Second dataframe contains precipitation information"
I read those files and created dataframes as :
val dataRecordsTemp = sc.textFile(tempFile).map{rec=>
val splittedRec = rec.split("\\s+")
Temparature(splittedRec(0),splittedRec(1),splittedRec(2),splittedRec(3),splittedRec(4))
}.map{x => Row.fromSeq(x.getDataFields())}
val headerFieldsForTemp = Seq("YEAR","MONTH","DAY","MAX_TEMP","MIN_TEMP")
val schemaTemp = StructType(headerFieldsForTemp.map{f => StructField(f, StringType, nullable=true)})
val dfTemp = session.createDataFrame(dataRecordsTemp,schemaTemp)
.orderBy(desc("year"), desc("month"), desc("day"))
println("Printing temparature data ...............................")
dfTemp.select("YEAR","MONTH","DAY","MAX_TEMP","MIN_TEMP").take(10).foreach(println)
val dataRecordsPrecip = sc.textFile(precipFile).map{rec=>
val splittedRec = rec.split("\\s+")
Precipitation(splittedRec(0),splittedRec(1),splittedRec(2),splittedRec(3),splittedRec(4),splittedRec(5))

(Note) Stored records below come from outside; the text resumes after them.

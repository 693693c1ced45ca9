"""Lens distortion in the OpenCV (Brown-Conrady) model: ``k1, k2, p1, p2, k3``.

Phones correct distortion in processing; other cameras may not.  Coefficients are those of
OpenCV's ``calibrateCamera`` for the camera matrix ``fx, fy, cx, cy`` at ``image_size``; they
are kept in the camera profile and scaled to the photo's size when it differs (same aspect).
"""

from __future__ import annotations

from dataclasses import dataclass

import cv2
import numpy as np

from ..errors import BeamshotError

__all__ = ["Distortion"]


@dataclass(frozen=True)
class Distortion:
    """Camera matrix (pixels at ``image_size`` = (w, h)) and OpenCV distortion coefficients."""

    fx: float
    fy: float
    cx: float
    cy: float
    coefficients: tuple[float, ...]
    image_size: tuple[int, int]

    def for_shape(self, shape: tuple[int, int]) -> "Distortion":
        """The same lens for a photo of ``shape`` (h, w): the camera matrix scales with the size."""
        h, w = shape
        w0, h0 = self.image_size
        if (w, h) == (w0, h0):
            return self
        if abs(w / h - w0 / h0) > 0.01:
            raise BeamshotError(f"the distortion data are for {w0}x{h0} photos, this one is {w}x{h}")
        s = w / w0
        return Distortion(self.fx * s, self.fy * s, (self.cx + 0.5) * s - 0.5, (self.cy + 0.5) * s - 0.5,
                          self.coefficients, (w, h))

    def _k(self) -> np.ndarray:
        return np.array([[self.fx, 0, self.cx], [0, self.fy, self.cy], [0, 0, 1.0]])

    def undistort(self, xy: np.ndarray) -> np.ndarray:
        """Distorted pixel positions ``(..., 2)`` -> where an ideal pinhole would image them."""
        xy = np.asarray(xy, np.float64)
        pts = xy.reshape(-1, 1, 2)
        out = cv2.undistortPoints(pts, self._k(), np.asarray(self.coefficients, float), None, None, self._k(),
                                      (cv2.TERM_CRITERIA_COUNT | cv2.TERM_CRITERIA_EPS, 20, 1e-9))
        return out.reshape(xy.shape)

    def distort(self, xy: np.ndarray) -> np.ndarray:
        """Ideal pinhole pixel positions ``(..., 2)`` -> where the real lens images them."""
        xy = np.asarray(xy, np.float64)
        pts = xy.reshape(-1, 2)
        norm = np.c_[(pts[:, 0] - self.cx) / self.fx, (pts[:, 1] - self.cy) / self.fy, np.ones(len(pts))]
        ok = np.all(np.isfinite(norm), axis=1)
        out = np.full((len(pts), 2), np.nan)
        if np.any(ok):
            proj, _ = cv2.projectPoints(norm[ok].reshape(-1, 1, 3), np.zeros(3), np.zeros(3), self._k(),
                                        np.asarray(self.coefficients, float))
            out[ok] = proj.reshape(-1, 2)
        return out.reshape(xy.shape)

    def to_dict(self) -> dict:
        return {"model": "OpenCV k1 k2 p1 p2 k3", "fx": self.fx, "fy": self.fy, "cx": self.cx, "cy": self.cy,
                "coefficients": list(self.coefficients), "image_size": list(self.image_size)}

    @classmethod
    def from_dict(cls, d: dict) -> "Distortion":
        coeffs = tuple(float(c) for c in d["coefficients"])
        if len(coeffs) not in (4, 5, 8):
            raise ValueError("distortion coefficients must be 4, 5 or 8 numbers (OpenCV order)")
        w, h = (int(v) for v in d["image_size"])
        return cls(float(d["fx"]), float(d["fy"]), float(d["cx"]), float(d["cy"]), coeffs, (w, h))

}.map{x => Row.fromSeq(x.getDataFields())}
val headerFieldsForPrecipitation = Seq("YEAR","MONTH","DAY","PRECIPITATION","SNOW","SNOW_COVER")
val schemaPrecip = StructType(headerFieldsForPrecipitation.map{f => StructField(f, StringType, nullable=true)})
val dfPrecip = session.createDataFrame(dataRecordsPrecip,schemaPrecip)
.orderBy(desc("year"), desc("month"), desc("day"))
println("Printing precipitation data ...............................")
dfPrecip.select("YEAR","MONTH","DAY","PRECIPITATION","SNOW","SNOW_COVER").take(10).foreach(println)
I have to join 2 RDDs based on common columns (year,month,day). Input files have header and output file will have the header as well.The 1st file has information on temperature as (example):
year month day min-temp mav-temp
2017 12 13 13 25
2017 12 16 25 32
2017 12 25 34 56
2nd file has information precipitation as (example)
year month day precipitation snow snow-cover
2018 7 6 0.00 0.0 0
2017 12 13 0.04 0.0 0
2017 12 16 0.4 0.04 1
My expected output should be (ordered by date asynchronous , if no value found then blank):
year month day min-temp mav-temp precipitation snow snow-cover
2017 12 13 13 25 0.04 0.0 0
2017 12 16 25 32 0.4 0.04 1
2017 12 25 34 56
2018 7 6 0.00 0.0 0
May I get help on how to do that in Scala?